→ ENTRIES SUPPLIED:
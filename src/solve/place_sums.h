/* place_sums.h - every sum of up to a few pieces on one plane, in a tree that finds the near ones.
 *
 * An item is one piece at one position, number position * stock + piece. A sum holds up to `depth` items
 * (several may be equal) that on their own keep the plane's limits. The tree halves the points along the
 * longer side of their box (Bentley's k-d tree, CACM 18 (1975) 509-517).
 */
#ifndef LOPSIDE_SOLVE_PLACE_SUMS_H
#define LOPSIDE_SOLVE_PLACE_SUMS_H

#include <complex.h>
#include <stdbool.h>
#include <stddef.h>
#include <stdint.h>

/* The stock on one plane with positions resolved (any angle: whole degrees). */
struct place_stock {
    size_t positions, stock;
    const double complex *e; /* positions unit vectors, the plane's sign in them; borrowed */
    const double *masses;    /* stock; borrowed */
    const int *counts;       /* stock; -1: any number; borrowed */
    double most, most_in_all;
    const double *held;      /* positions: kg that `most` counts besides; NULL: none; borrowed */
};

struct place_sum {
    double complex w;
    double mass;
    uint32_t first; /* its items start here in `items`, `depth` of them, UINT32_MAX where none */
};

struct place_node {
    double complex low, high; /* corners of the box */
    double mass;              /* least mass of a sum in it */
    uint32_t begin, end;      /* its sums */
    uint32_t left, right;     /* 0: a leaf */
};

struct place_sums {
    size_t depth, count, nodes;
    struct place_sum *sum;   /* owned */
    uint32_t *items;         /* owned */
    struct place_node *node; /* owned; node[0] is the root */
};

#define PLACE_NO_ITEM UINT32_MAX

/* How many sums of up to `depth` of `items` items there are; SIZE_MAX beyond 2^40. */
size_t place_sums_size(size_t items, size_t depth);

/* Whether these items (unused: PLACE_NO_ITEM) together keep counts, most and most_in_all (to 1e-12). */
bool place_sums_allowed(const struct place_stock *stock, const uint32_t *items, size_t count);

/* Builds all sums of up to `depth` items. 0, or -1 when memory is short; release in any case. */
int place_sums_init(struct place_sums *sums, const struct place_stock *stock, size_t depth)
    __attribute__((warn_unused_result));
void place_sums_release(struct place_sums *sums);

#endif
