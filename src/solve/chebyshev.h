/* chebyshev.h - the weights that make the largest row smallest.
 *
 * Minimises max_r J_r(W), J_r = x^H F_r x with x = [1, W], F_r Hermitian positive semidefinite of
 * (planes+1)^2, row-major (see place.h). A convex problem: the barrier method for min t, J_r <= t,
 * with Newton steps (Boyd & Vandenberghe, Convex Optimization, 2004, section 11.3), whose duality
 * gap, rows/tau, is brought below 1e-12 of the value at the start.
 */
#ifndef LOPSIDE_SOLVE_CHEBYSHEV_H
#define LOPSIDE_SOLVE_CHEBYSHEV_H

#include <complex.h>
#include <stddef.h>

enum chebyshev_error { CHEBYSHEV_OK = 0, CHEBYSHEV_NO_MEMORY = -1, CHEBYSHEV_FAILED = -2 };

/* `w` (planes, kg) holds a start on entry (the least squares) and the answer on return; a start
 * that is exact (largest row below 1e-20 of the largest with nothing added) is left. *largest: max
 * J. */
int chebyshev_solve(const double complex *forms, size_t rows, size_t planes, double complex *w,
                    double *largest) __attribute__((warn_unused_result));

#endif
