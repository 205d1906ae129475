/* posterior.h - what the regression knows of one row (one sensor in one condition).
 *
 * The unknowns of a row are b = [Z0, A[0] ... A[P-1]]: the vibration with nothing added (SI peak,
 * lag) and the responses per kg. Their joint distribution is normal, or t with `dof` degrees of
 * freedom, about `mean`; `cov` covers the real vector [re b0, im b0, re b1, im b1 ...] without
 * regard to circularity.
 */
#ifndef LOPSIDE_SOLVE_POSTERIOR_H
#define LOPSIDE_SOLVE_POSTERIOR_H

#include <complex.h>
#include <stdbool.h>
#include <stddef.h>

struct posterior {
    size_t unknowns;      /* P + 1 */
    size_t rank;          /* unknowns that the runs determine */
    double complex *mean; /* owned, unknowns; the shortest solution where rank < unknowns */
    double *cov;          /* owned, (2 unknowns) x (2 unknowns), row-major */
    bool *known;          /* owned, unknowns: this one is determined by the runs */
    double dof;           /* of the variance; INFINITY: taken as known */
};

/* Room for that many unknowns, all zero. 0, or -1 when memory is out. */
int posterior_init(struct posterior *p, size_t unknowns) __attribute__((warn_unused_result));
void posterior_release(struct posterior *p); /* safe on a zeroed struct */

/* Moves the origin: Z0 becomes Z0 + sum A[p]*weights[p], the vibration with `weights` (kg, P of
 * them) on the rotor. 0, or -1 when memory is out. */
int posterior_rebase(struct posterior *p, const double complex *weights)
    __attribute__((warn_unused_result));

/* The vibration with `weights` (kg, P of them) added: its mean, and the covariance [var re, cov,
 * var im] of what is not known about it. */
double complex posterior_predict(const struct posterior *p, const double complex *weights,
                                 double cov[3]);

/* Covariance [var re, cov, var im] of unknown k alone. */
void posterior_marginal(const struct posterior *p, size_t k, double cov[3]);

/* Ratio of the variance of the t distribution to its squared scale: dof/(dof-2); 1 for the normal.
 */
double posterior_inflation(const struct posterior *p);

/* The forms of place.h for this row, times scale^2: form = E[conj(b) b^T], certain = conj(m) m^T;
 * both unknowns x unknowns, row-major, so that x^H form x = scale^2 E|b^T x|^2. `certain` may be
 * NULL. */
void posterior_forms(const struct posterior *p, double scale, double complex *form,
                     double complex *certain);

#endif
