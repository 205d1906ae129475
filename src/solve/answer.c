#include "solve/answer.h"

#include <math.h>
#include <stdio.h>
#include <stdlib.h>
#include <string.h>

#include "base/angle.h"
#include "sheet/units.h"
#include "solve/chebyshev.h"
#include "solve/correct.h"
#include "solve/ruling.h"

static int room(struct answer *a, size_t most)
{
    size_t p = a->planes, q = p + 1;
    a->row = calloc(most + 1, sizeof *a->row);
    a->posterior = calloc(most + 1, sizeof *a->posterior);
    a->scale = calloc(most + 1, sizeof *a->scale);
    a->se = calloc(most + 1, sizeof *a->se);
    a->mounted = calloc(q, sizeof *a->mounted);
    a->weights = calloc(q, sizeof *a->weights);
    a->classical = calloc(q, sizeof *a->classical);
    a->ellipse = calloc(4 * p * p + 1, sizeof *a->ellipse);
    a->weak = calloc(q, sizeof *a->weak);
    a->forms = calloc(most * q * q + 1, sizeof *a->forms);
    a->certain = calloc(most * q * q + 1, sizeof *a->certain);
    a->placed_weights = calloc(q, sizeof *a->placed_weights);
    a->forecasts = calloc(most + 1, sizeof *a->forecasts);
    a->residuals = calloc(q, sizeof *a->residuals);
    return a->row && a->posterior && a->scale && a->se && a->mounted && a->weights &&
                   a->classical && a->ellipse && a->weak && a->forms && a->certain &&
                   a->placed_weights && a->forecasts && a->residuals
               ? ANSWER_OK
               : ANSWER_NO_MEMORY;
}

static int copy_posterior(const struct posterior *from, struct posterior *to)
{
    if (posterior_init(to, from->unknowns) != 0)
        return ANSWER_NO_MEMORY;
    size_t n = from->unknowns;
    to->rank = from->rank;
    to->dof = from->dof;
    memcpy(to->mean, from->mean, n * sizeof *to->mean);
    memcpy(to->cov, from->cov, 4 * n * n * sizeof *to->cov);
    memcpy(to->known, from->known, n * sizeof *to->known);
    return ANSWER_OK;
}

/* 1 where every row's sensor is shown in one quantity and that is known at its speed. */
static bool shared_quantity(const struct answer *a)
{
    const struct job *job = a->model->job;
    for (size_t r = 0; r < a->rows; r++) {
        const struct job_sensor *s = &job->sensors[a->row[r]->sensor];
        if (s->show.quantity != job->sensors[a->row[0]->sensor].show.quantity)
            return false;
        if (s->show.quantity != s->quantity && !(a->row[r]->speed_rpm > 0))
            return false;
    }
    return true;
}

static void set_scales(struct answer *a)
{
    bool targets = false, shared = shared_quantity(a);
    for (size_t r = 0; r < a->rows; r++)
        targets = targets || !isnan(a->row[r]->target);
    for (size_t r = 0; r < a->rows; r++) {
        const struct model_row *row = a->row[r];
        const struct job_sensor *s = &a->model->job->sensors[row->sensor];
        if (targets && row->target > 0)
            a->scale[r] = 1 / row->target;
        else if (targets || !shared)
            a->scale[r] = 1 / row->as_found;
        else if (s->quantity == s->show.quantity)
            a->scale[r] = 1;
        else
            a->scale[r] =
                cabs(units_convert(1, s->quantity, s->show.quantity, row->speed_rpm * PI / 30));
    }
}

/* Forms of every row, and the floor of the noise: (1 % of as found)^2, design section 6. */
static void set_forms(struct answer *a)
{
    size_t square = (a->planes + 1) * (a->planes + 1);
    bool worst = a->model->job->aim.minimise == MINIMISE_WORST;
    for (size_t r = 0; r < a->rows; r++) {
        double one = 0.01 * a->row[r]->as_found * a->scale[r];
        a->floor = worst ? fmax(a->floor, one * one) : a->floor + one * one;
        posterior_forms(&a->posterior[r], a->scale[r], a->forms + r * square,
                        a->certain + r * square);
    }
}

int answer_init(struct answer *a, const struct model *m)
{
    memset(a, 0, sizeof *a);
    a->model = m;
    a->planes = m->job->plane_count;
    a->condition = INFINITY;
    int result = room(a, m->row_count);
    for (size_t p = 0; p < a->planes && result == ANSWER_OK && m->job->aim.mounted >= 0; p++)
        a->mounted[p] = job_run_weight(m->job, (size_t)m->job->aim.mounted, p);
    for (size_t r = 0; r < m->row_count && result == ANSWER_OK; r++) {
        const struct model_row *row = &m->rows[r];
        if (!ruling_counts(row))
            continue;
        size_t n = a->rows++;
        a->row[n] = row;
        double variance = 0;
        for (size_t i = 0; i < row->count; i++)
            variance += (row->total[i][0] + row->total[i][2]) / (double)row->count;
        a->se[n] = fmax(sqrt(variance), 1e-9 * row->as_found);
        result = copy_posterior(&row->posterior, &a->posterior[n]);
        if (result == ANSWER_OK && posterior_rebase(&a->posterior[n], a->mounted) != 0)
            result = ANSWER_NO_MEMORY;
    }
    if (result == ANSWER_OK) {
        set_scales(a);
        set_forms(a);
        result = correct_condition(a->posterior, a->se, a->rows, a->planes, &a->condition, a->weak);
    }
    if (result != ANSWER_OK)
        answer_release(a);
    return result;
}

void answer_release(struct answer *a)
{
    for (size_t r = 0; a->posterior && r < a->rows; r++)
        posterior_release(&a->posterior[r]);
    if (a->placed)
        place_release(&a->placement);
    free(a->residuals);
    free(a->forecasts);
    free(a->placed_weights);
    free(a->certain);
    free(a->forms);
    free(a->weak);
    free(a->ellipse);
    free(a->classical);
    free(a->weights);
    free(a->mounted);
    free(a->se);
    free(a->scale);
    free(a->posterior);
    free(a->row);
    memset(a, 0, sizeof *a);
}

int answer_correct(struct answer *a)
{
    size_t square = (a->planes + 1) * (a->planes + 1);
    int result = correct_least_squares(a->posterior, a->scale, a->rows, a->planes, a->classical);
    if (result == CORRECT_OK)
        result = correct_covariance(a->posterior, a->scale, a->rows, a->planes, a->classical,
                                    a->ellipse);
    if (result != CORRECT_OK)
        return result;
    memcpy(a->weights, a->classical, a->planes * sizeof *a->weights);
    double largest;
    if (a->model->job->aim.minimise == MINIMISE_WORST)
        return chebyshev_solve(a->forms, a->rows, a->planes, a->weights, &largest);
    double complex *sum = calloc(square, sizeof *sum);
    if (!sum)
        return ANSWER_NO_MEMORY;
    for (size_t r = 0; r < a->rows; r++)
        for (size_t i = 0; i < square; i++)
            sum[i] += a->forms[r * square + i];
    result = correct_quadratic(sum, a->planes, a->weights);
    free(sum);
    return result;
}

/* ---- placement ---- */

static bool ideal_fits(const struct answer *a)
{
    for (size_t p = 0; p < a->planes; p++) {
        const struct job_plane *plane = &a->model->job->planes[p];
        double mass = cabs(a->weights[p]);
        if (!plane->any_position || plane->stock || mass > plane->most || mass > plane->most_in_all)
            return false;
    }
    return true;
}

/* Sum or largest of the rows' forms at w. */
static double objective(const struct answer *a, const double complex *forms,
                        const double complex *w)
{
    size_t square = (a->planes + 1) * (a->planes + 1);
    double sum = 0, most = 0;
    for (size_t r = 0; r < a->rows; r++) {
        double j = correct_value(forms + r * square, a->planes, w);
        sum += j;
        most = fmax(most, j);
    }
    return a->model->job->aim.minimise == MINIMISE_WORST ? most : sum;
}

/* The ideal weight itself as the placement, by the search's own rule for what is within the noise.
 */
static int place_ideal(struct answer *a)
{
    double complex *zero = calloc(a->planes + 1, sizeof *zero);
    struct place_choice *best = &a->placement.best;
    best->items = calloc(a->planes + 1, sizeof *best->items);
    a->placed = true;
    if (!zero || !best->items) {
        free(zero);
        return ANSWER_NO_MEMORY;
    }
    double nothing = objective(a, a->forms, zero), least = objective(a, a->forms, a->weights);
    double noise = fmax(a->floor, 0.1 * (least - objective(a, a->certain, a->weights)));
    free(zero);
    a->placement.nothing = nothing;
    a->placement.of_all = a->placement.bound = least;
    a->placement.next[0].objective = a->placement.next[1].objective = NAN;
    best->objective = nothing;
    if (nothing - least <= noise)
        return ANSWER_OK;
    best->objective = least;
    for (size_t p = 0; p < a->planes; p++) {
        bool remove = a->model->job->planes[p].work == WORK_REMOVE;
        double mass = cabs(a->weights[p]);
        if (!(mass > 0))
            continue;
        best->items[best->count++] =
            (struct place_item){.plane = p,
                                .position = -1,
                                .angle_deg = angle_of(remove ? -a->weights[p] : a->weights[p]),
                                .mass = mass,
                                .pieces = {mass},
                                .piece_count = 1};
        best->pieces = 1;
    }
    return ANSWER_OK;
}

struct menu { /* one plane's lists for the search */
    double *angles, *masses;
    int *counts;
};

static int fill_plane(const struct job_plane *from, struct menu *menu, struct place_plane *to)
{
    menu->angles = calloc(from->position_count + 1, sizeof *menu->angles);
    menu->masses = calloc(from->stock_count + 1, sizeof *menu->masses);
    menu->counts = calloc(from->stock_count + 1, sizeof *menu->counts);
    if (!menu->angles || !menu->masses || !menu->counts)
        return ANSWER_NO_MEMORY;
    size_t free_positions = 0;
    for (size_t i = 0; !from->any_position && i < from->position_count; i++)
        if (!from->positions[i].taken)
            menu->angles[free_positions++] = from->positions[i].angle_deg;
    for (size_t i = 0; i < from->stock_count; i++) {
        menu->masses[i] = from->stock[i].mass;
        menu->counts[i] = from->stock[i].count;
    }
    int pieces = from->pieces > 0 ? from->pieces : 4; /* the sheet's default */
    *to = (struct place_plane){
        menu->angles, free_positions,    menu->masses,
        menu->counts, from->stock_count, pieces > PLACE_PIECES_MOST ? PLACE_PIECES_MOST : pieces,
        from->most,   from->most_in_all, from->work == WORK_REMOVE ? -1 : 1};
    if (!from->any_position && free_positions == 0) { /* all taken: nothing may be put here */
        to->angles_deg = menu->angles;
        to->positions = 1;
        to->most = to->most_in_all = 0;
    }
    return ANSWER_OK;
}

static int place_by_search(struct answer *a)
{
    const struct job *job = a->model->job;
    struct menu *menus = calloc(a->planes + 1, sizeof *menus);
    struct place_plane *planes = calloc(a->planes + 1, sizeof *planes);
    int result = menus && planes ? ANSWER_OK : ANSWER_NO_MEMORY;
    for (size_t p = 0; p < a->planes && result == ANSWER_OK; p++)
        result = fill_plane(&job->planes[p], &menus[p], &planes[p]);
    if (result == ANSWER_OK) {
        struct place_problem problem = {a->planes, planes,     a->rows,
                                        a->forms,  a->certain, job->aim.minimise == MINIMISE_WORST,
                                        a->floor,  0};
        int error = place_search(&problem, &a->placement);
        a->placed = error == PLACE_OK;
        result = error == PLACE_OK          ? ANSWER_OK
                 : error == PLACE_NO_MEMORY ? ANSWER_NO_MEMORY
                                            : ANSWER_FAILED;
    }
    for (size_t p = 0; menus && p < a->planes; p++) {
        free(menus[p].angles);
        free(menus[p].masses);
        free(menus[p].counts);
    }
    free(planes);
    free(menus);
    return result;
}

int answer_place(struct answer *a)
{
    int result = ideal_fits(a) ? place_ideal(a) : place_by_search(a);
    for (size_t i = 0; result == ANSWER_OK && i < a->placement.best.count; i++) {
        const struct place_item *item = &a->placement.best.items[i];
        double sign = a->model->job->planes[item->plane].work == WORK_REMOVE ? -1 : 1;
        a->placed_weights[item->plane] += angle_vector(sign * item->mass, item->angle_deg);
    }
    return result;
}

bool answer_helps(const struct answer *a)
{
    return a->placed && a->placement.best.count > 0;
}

→ EXERCISE AIM: Take every line above that includes "mounted" and list it.

→ RESULT FOR THIS TASK:
    a->mounted = calloc(q, sizeof *a->mounted);
    return a->row && a->posterior && a->scale && a->se && a->mounted && a->weights &&
    for (size_t p = 0; p < a->planes && result == ANSWER_OK && m->job->aim.mounted >= 0; p++)
        a->mounted[p] = job_run_weight(m->job, (size_t)m->job->aim.mounted, p);
        if (result == ANSWER_OK && posterior_rebase(&a->posterior[n], a->mounted) != 0)
    free(a->mounted);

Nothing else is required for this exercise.